Abstracts

Rationale: Status epileptics (SE) can be refractory to standard anti-seizure medications in up to 20% of patients. The timely abortion of SE is key to preventing harmful consequences. Prolonged SE is molecularly characterized by acute alterations in certain ion channels including a decrease in the inhibitory properties and internalization of the γ-Aminobutyric acid type A receptors (GABARs). This increases excitability and weakens the effectiveness of many standard medications such as phenobarbital; the anticonvulsant effect of which is mediated via the modulation of such channels. We have recently shown that blockade of tropomyosin-related kinase B receptor (TrkB) with the investigational new drug, lestaurtinib (CEP-701), attenuates SE-induced hyperexcitability. Since TrkB is a regulator of GABARs (Roberts D et al., PNAS, 2005), and its blockade might potentially prevent SE-induced changes in these receptors, we hypothesized that TrkB blockade with CEP-701 will potentiate the anticonvulsant effect of phenobarbital against kainic acid (KA)-induced SE.Methods: Seizures were induced in periadolescent P35-P40 Sprague Dawley rats by injecting 0.5 μg of KA into the basolateral amygdala and SE was confirmed using epidural cortical electroencephalography (EEG). Fifteen minutes after SE onset, rats received either 25 mg/kg of CEP (KA-CEP group) or its vehicle (KA-V group) intraperitoneally (i.p.). At 6 hours after SE onset, rats were given 100 mg/kg of phenobarbital i.p., supplemented every 15 minutes with an additional 25 mg/kg until cessation of seizures was achieved.Results: All the rats that received KA developed electroclinical SE within 30 minutes to 1 hour after KA injections. The average cumulative dose of phenobarbital required to achieve seizure cessation in the KA-CEP group (107.5 ± 5.3 mg/kg, n=10) was significantly lower than in the KA-V group (132.5 ± 6.5 mg/kg, n=10, t-test, p=0.008).

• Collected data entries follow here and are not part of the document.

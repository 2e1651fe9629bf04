import Papa from 'papaparse'
import { z } from 'zod'
import { withRole } from '@/app/_lib/http/access'
import { listAudit } from '@/db/queries/audit'

/** Cells starting like this are formulas to a spreadsheet (=, +, -, @, tab, carriage return). */
const CSV_FORMULA_START = /^[=+\-@\t\r]/

const filterSchema = z.object({
  entityType: z.string().max(40).optional(),
  action: z.string().max(60).optional(),
  actorId: z.coerce.number().int().positive().optional(),
  since: z.coerce.date().optional(),
  until: z.coerce.date().optional(),
  format: z.enum(['json', 'csv']).default('json'),
  limit: z.coerce.number().int().min(1).max(10_000).default(500),
})

// GET /api/audit?entityType=&action=&actorId=&since=&until=&format=csv — the audit trail (admin, lead engineer)
export const GET = withRole(['admin', 'lead_engineer'], async (req) => {
  const q = filterSchema.parse(Object.fromEntries(new URL(req.url).searchParams))
  const rows = await listAudit(q)
  if (q.format === 'json') return Response.json({ entries: rows })
  const csv = Papa.unparse(
    rows.map((r) => ({ at: r.at.toISOString(), actor: r.actorName ?? '', action: r.action, entity: r.entityType, entityId: r.entityId ?? '', ip: r.ip ?? '', details: JSON.stringify(r.details) })),
    // A cell a spreadsheet would run as a formula gets a leading ' (papaparse's own pattern stops at a newline).
    { escapeFormulae: CSV_FORMULA_START },
  )
  return new Response(csv, { headers: { 'content-type': 'text/csv; charset=utf-8', 'content-disposition': 'attachment; filename="mapwright-audit.csv"' } })
})
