/**
 * Table lookup for the map module: the bilinear interpolation of physics/table.ts, with the
 * map module's typed error for an unusable coordinate or axis.
 */
import { interpolate } from '../physics/table'
import { MapInputError } from './errors'
import type { MapTable } from './table'

export { findInterval } from '../physics/table'

/**
 * Torque request at a pedal position and road speed, N·m; coordinates outside the axes are
 * clamped to the nearest edge. Throws MapInputError for a non-finite coordinate rather than returning NaN.
 * @example lookup({ kind: 'drive', rowAxis: [0, 100], colAxis: [0, 10], values: [[0, 0], [100, 200]] }, 50, 5) // 75
 */
export function lookup(table: MapTable, pedalPct: number, speedKmh: number): number {
  if (!Number.isFinite(pedalPct) || !Number.isFinite(speedKmh))
    throw new MapInputError('not-finite', `lookup needs finite coordinates, got pedal ${pedalPct} %, speed ${speedKmh} km/h`)
  if (table.rowAxis.length === 0 || table.colAxis.length === 0)
    throw new MapInputError('empty-axis', 'lookup needs at least one breakpoint on each axis')
  return interpolate(table, pedalPct, speedKmh)
}
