/**
 * The few numbers of a vehicle program that bound a torque map, collected once so that
 * validation and clamping do not need the whole physics model.
 */
import { kmhToMps, rpmToRadS } from '../physics/units'
import type { VehicleParams } from '../physics/vehicle'
import { MapInputError } from './errors'

export interface MapLimits {
  /** Motor peak torque, N·m (motoring and generating assumed symmetric). */
  motorPeakTorqueNm: number
  /** Motor peak mechanical power, W. */
  motorPeakPowerW: number
  /** Motor speed limit, rpm. */
  motorMaxSpeedRpm: number
  /** Battery charge power limit at the pack terminals, W (bounds regen). */
  batteryChargePowerW: number
  /** Battery discharge power limit at the pack terminals, W (bounds drive). */
  batteryDischargePowerW: number
  /** Motor shaft speed per road speed in the lowest gear, (rad/s) per (km/h). */
  shaftRadPerKmh: number
  /** Road speed at which the motor reaches its speed limit in the top gear, km/h. */
  maxRoadSpeedKmh: number
  /** Motor shaft to wheel efficiency, 0–1 (informational: map torque is already at the shaft). */
  drivelineEfficiency: number
  /** Largest step between neighbouring cells before a warning, N·m (default 25 % of peak torque). */
  maxStepNm?: number
}

/** Default steep-step threshold as a share of motor peak torque. */
export const DEFAULT_STEP_SHARE = 0.25

/**
 * Limits of a vehicle program. The shaft speed uses the lowest gear (gearRatios[0]): it gives the
 * highest shaft speed per km/h, hence the smallest power-limited torque — the conservative side
 * for a multi-speed gearbox, and exact for a single-speed e-axle.
 * @example limitsFromVehicle(v).shaftRadPerKmh // (1/3.6) / wheelRadiusM * gearRatios[0] * finalDriveRatio
 */
export function limitsFromVehicle(vehicle: VehicleParams): MapLimits {
  const positive: [string, number][] = [
    ['wheel radius', vehicle.wheelRadiusM],
    ['final drive ratio', vehicle.finalDriveRatio],
    ['motor peak torque', vehicle.motorPeakTorqueNm],
    ['motor peak power', vehicle.motorPeakPowerW],
    ['motor speed limit', vehicle.motorMaxSpeedRpm],
    ['battery charge power', vehicle.batteryChargePowerW],
    ['battery discharge power', vehicle.batteryDischargePowerW],
    ['driveline efficiency', vehicle.drivelineEfficiency],
    ...vehicle.gearRatios.map((g, i): [string, number] => [`gear ratio ${i + 1}`, g]),
  ]
  if (vehicle.gearRatios.length === 0) throw new MapInputError('bad-vehicle', 'the vehicle program has no gear ratio')
  for (const [label, v] of positive)
    if (!Number.isFinite(v) || v <= 0)
      throw new MapInputError('bad-vehicle', `the vehicle program's ${label} must be a positive number, got ${v}`)
  const radPerKmh = (ratio: number) => (kmhToMps(1) / vehicle.wheelRadiusM) * ratio * vehicle.finalDriveRatio
  const topGear = Math.min(...vehicle.gearRatios)
  return {
    motorPeakTorqueNm: vehicle.motorPeakTorqueNm,
    motorPeakPowerW: vehicle.motorPeakPowerW,
    motorMaxSpeedRpm: vehicle.motorMaxSpeedRpm,
    batteryChargePowerW: vehicle.batteryChargePowerW,
    batteryDischargePowerW: vehicle.batteryDischargePowerW,
    shaftRadPerKmh: radPerKmh(vehicle.gearRatios[0]),
    maxRoadSpeedKmh: rpmToRadS(vehicle.motorMaxSpeedRpm) / radPerKmh(topGear),
    drivelineEfficiency: vehicle.drivelineEfficiency,
  }
}

/**
 * The steep-step threshold in force, N·m.
 * @example stepThresholdNm({ ...limits, motorPeakTorqueNm: 2000 }) // 500
 */
export function stepThresholdNm(limits: MapLimits): number {
  return limits.maxStepNm ?? DEFAULT_STEP_SHARE * limits.motorPeakTorqueNm
}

Moreover, recurrence of SE occurred 5-10 hours after abortive therapy in 4 of the KA-V rats, and only in 2 of the KA-CEP rats.Conclusions: Given its known clinical safety profile in children, CEP-701 is a clinically promising adjuvant drug that can be potentially used with standard anticonvulsant medications to abort SE. Ongoing experiments in our laboratory are exploring the underlying molecular mechanisms of the herein reported effect of CEP-701; specifically, its potential role in reversing SE-induced changes in GABARs.